Slurm Primer

What is Slurm?

Slurm is a workload manager. Carina is a shared computing environment, and Slurm’s role is to take in everyone’s requests for resources and calculate the most efficient way to allocate them.

Slurm Jobs

A job is a set of tasks that is submitted to Slurm, along with a request for the appropriate computing resources. A job is usually submitted in the form of a script, called an sbatch script.

Requesting Resources

Before asking Slurm for resources, you need to determine how much compute power you need, and for how long. Slurm will only give you what you ask for, so if you ask for too little, your job may not finish before Slurm reclaims your resources. If you ask for too much, Slurm will hold your job in the queue until all requested resources are available, which could slow down your work.

Resource estimation can be tricky. We periodically offer a workshop on it, watch our Classes page for details.

Slurm has some reporting functions which can help you understand your usage.

sbatch

At the most basic level, a sbatch script requests resources from Slurm and then tells it what to do with the resources. It’s a shell or Bash script which follows a few rules.

Any lines starting with #SBATCH are resource requests and other Slurm options. A complete list of options can be found in the sbatch documentation.

Job Submission

Once the submission script is written properly, you can submit it to the scheduler with the sbatch command. If the submission is successful, it will return a job id. If there are errors in the script, it will return error messages.

If you have not specified a name for the job output using the ` –output ` option, you will find it in the working directory with the name slurm-.out

Sample Slurm `sbatch` Script

This script is overloaded; you may not need to use all of these settings.


#!/bin/bash
# -------SLURM Parameters-------
#SBATCH --mem=1G
#SBATCH --gres=gpu:1
# Define how long the job will run 
#SBATCH --time=12:15:00 #d-hh:mm:ss
# Give your job a name
#SBATCH --job-name=CatStats
# Working directory
#SBATCH --chdir=/share/pi/drevil
# Name your output files
#SBATCH --output=CatStats.txt
#SBATCH --error=CatFail.txt
# -------Load Modules-------
 module load anaconda/2024.06
# -------Commands-------
# this loads a previously-created 
# conda environment
conda activate catdata
# run the python script
python catdata.py

Common Slurm Commands

srun

Usually, you will submit a job via a sbatch script, which will both request your resources and do your computations. You can submit the job, close your laptop, and return later to see the results.

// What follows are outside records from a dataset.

"""``whiten inspect``: describe a saved baseline: size, sensors, health, redundancy, correlations."""

from __future__ import annotations

import argparse
import dataclasses
import math
import warnings

import numpy as np

from .._numerics import column_norms
from ..errors import NumericalWarning

EPILOG = """\
examples:
  whiten inspect pump_baseline.json
  whiten inspect pump_baseline.json --tol 1e-4 --top 10

Near-redundant sensors are found by a pivoted Cholesky factorization of the
correlation matrix: a sensor is listed when less than TOL of its variance is
left unexplained by the sensors chosen before it. The model file is verified
(format, version, SHA-256) before anything is printed.
"""


def add_parser(sub) -> None:
    p = sub.add_parser(
        "inspect", help="describe a baseline model file",
        description="Describe a baseline written by `whiten baseline`: rows, sensors, estimator, condition, "
                    "jitter, near-redundant sensors and the strongest correlations.",
        epilog=EPILOG, formatter_class=argparse.RawDescriptionHelpFormatter)
    p.add_argument("model", metavar="MODEL.json", help="model file from `whiten baseline`")
    p.add_argument("--tol", type=float, default=1e-6,
                   help="unexplained-variance fraction below which a sensor counts as redundant (default 1e-6)")
    p.add_argument("--top", type=int, default=5, help="how many correlations to list (default 5)")
    p.set_defaults(func=run)


def correlation(b) -> np.ndarray:
    low = b.factor.lower
    sd = column_norms(low.T)
    # rows of L scaled to unit length give the correlation as their Gram matrix
    u = low / sd[:, None]
    return u @ u.T


class _WithHealth:
    """The baseline seen with another health record (everything else passed through)."""

    def __init__(self, b, health):
        self._b = b
        self.health = health

    def __getattr__(self, name):
        return getattr(self._b, name)


def recomputed_health(b):
    """The baseline's health with the condition recomputed from the stored factor, and a note if they disagree.

    The condition fields of a model file's health block are only a record; what a
    distance loses is decided by the factor itself, so that is what is shown.
    """
    fh = b.factor.health
    h = b.health
    new = dataclasses.replace(h, rcond=float(fh.rcond), rcond_scaled=float(fh.rcond_scaled),
                              digits_lost=float(fh.digits_lost))

    def differs(a: float, c: float) -> bool:
        if not (math.isfinite(a) and math.isfinite(c)):
            return not (math.isnan(a) and math.isnan(c)) and a != c
        return abs(a - c) > 0.05 + 1e-6 * abs(c)

    if differs(h.digits_lost, new.digits_lost) or differs(
            math.log10(max(h.rcond_scaled, 1e-320)) if h.rcond_scaled > 0 else -math.inf,
            math.log10(max(new.rcond_scaled, 1e-320)) if new.rcond_scaled > 0 else -math.inf):
        note = (f"note: the file's stored health block disagrees: it says about {h.digits_lost:.1f} digits lost "
                f"(rcond {h.rcond_scaled:.3g}), the stored factor gives {new.digits_lost:.1f} "
                f"(rcond {new.rcond_scaled:.3g}); shown above is the factor's. Fit the baseline again to "
                "refresh the file")
        return new, note
    return new, None


def provenance_lines(b) -> list[str]:
    """Where the model came from and how it reads rows (format 4 model files), in plain words."""
    prov, st = getattr(b, "provenance", {}) or {}, getattr(b, "settings", {}) or {}
    if not prov and not st:
        fmt = getattr(b, "model_format", None)
        return [f"provenance: none recorded (format {fmt}); fit the baseline again to record it"] if fmt else []
    out = []
    if getattr(b, "checksum", None):
        out.append(f"model checksum (SHA-256): {b.checksum}")
    if prov:
        src = prov.get("source")
        if prov.get("source_sha256"):
            src = f"{src} ({prov.get('source_bytes')} bytes, SHA-256 {prov['source_sha256']})"
        out.append(f"source: {src}")
        out.append(f"rows: {prov.get('rows_read')} read, {prov.get('rows_used')} used")
        if prov.get("first_index") is not None:
            out.append(f"training period: {prov['first_index']} .. {prov['last_index']}")
        out.append(f"made by: whiten {prov.get('whiten_version')} at {prov.get('created_utc')}")
        out.append(f"call: {prov.get('call')}")
        if prov.get("windowed"):
            out.append("note: updated or downdated by a sliding window after the fit; the source is the first fit's")
    if st:
        opts = ", ".join(f"{k}={v}" for k, v in (st.get("options") or {}).items())
        out.append(f"settings: estimator {st.get('estimator')}" + (f" ({opts})" if opts else "")
                   + f"; missing rows: {st.get('missing')}")
        idx = st.get("index_column")
        out.append(f"index column: {idx!r} ({st.get('index_kind')}); `whiten score` uses it by default" if idx
                   else "index column: none (rows labelled by number)")
        if st.get("na_values"):
            out.append(f"missing-value codes: {', '.join(st['na_values'])}")
    return out


def inspect_lines(b, *, tol: float = 1e-6, top: int = 5) -> list[str]:
    from .. import pivoted_cholesky
    from ..errors import InputError
    from .baseline import health_lines

    if not tol > 0:
        raise InputError(f"--tol: expected a positive number, got {tol}")
    out = []
    if b.created_utc:
        out.append(f"written: {b.created_utc}")
    out.extend(provenance_lines(b))
    recomputed, note = recomputed_health(b)
    out += health_lines(_WithHealth(b, recomputed))
    if note:
        out.append(note)
    corr = correlation(b)
    rep = pivoted_cholesky(corr, tol=tol, columns=b.columns)
    if rep.full_rank:
        out.append(f"near-redundant sensors: none (each keeps more than {tol:g} of its variance unexplained "
                   "by the others)")
    else:
        out.append(f"near-redundant sensors (tolerance {tol:g}):")
        for d, sentence in zip(rep.dependent, rep.describe()):
            out.append(f"  {sentence} (unexplained variance {rep.residual_variance[d]:.2g})")
    # 1 / VIF_j = share of sensor j's variance not explained by all the others; the precision
    # diagonal comes from triangular solves with the factor and is only reported
    with warnings.catch_warnings():
        warnings.simplefilter("ignore", NumericalWarning)
        sd_prec = column_norms(b.factor.lower.T) * b.factor.inv_sd()
        own = 1.0 / sd_prec ** 2  # inverse-ok: reported share of variance, not an operator
    order = np.argsort(own)[: min(3, b.dim)]
    out.append("least independent sensors: " + ", ".join(
        f"{b.columns[k]} ({100 * own[k]:.3g}% of its variance its own)" for k in order))
    if b.dim > 1:
        iu = np.triu_indices(b.dim, 1)
        r = corr[iu]
        idx = np.argsort(-np.abs(r))[: max(0, top)]
        out.append("strongest correlations:")
        for k in idx:
            i, j = iu[0][k], iu[1][k]
            out.append(f"  {b.columns[i]} ~ {b.columns[j]}: r = {r[k]:+.3f}")
    return out


def run(args) -> int:
    from .. import load_baseline

    b = load_baseline(args.model)
    print(f"model {args.model}")
    for line in inspect_lines(b, tol=args.tol, top=args.top):
        print(f"  {line}")
    return 0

Another way to interact with Carina is through an interactive command-line session using srun. You can load modules, access your data, and more. It is especially good for debugging and benchmarking your script in preparation for submitting it via sbatch.

An interactive session with srun will end if you close your terminal window. (there is a small asterisk on that statement; there are workarounds but generally, do not trust a srun connection to remain open).

To start an interactive session in your terminal, type:

srun --pty bash

This will give you a compute node in the dev partition with one core for one hour (aka the default on Carina).

This command requests 2 GPUs on a compute node in the dev partition:

srun --pty -p dev --gres=gpu:2 bash

A quick breakdown of the command:

This is a very basic example of srun, to see more of what it can do, consult the official documentation.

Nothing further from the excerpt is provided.